## GIVEN ENTRIES
<<<<

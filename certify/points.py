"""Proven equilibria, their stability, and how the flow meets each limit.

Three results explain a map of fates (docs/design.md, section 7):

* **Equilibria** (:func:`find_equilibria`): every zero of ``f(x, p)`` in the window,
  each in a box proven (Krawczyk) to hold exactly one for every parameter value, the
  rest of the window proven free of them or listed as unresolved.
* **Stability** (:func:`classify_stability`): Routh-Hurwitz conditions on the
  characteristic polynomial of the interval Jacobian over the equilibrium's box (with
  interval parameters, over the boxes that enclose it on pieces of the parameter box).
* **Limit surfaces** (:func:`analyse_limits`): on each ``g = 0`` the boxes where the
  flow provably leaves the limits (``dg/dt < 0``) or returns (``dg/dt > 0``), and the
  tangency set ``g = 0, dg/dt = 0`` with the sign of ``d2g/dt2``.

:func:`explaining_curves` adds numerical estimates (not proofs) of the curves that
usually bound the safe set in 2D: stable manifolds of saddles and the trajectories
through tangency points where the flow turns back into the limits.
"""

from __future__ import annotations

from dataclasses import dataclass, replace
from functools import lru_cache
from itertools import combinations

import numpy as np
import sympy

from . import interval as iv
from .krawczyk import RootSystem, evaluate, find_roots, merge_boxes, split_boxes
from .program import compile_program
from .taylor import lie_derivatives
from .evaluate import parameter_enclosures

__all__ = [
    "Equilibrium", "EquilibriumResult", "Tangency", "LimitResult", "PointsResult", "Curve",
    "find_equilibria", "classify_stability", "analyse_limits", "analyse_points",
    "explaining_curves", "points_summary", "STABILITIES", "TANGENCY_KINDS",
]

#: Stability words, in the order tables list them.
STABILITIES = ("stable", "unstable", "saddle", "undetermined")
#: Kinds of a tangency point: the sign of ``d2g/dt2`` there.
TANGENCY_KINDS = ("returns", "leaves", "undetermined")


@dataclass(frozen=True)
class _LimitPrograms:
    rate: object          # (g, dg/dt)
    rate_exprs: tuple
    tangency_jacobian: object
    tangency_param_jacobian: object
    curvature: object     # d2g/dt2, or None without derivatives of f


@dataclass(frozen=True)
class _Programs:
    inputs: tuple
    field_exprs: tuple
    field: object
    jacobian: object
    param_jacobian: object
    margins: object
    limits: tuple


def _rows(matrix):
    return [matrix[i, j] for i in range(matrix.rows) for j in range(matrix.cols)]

>>>>
<<<<

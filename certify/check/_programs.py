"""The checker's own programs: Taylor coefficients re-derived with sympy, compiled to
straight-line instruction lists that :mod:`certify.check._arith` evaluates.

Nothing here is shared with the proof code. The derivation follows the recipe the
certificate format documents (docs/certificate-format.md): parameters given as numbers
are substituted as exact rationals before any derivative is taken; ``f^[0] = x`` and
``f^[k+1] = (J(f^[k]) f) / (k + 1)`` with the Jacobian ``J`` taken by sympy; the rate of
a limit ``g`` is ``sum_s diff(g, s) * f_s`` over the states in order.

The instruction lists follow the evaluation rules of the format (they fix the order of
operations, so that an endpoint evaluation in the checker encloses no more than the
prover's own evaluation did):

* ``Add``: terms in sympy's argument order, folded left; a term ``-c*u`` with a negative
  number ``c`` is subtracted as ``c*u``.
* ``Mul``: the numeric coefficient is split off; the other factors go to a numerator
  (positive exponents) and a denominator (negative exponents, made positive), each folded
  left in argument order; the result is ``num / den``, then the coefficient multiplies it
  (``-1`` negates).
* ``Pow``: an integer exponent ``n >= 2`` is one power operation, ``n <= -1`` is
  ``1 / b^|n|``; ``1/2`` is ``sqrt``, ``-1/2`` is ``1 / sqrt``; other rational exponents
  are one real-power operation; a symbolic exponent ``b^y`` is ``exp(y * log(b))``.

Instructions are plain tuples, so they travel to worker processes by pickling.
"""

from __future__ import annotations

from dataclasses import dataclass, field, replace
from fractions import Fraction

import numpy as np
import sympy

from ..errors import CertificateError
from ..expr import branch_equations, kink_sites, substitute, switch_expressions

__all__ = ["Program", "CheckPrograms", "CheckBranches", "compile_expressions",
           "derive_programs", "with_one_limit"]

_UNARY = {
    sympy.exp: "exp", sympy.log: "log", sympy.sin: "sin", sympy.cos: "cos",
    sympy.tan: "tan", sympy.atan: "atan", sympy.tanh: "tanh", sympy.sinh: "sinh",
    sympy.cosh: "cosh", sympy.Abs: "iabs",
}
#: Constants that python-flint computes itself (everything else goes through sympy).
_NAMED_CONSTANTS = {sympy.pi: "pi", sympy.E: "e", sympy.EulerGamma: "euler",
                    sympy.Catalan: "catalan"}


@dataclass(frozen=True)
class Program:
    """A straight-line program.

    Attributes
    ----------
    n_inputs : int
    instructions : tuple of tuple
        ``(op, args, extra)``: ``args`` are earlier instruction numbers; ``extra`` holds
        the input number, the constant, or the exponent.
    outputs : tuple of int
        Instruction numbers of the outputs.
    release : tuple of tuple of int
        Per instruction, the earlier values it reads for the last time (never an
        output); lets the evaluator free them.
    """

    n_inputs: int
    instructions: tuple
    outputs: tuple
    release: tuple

>>>>
<<<<

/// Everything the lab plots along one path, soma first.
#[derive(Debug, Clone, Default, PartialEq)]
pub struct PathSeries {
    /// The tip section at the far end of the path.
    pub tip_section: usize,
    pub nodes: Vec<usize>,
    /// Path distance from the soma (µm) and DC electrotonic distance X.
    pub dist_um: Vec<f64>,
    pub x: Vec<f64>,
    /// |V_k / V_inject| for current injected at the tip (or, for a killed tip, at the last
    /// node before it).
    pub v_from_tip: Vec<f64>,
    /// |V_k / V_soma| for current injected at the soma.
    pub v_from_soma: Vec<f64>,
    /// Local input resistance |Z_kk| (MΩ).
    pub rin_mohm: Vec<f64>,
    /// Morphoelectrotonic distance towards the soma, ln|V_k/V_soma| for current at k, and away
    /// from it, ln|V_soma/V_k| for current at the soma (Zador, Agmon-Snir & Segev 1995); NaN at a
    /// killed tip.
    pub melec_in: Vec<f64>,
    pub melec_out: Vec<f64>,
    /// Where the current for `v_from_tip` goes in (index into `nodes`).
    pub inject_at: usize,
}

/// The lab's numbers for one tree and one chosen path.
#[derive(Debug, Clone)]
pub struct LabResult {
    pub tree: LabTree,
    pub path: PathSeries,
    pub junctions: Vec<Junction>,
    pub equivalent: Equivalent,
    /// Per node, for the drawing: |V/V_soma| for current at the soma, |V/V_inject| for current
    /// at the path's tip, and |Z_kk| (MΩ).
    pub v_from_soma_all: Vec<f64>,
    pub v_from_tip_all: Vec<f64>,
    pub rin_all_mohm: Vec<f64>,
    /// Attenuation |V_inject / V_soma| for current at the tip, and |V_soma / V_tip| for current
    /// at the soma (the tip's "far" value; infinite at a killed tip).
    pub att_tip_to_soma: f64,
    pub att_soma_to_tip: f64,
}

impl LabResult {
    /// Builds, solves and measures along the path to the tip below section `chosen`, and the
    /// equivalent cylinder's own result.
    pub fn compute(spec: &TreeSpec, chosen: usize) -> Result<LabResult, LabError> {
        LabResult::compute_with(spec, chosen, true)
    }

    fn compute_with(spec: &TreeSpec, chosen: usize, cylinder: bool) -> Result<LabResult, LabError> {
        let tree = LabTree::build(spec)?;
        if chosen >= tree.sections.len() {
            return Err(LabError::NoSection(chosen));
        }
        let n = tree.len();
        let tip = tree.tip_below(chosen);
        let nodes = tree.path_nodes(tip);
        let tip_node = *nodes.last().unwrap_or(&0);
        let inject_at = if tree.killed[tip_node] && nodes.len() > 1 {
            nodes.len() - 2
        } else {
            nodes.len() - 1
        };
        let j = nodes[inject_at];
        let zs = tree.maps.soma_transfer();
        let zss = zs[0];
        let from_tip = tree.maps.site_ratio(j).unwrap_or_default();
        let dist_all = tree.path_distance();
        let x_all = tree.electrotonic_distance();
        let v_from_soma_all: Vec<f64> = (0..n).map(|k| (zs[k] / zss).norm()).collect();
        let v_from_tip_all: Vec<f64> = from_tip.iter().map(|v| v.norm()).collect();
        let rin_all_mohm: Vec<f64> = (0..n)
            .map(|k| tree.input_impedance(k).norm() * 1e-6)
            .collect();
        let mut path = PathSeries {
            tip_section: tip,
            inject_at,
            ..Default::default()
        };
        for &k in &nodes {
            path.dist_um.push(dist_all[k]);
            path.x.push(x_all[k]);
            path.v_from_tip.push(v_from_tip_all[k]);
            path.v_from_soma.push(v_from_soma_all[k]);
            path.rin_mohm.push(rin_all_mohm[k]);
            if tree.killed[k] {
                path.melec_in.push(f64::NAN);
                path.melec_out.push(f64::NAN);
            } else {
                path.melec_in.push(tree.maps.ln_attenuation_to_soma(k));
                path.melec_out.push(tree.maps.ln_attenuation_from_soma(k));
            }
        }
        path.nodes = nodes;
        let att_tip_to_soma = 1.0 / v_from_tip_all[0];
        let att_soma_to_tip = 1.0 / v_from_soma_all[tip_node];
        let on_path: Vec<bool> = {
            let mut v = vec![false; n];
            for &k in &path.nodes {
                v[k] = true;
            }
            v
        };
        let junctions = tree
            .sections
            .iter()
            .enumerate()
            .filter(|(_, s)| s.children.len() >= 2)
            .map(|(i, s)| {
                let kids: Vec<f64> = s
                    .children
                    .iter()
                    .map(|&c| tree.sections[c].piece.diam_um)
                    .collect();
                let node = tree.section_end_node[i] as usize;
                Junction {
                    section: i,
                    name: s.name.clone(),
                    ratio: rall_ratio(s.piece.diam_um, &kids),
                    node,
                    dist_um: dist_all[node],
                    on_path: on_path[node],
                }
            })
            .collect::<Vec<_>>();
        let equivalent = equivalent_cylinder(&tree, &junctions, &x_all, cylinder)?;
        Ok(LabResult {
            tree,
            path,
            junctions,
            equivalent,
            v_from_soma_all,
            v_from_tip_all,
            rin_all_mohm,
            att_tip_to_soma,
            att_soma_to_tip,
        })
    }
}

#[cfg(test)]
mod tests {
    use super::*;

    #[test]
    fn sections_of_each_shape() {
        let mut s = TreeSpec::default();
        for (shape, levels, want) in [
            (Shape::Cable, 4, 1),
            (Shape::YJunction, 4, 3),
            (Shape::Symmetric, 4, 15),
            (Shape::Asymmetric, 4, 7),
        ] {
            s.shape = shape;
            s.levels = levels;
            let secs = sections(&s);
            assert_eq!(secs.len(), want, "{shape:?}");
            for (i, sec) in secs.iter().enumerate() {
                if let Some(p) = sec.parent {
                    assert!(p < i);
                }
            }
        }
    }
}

>>>>

Line by line, check the listing above for the string "negative" and say how many lines have it, giving the number alone.

2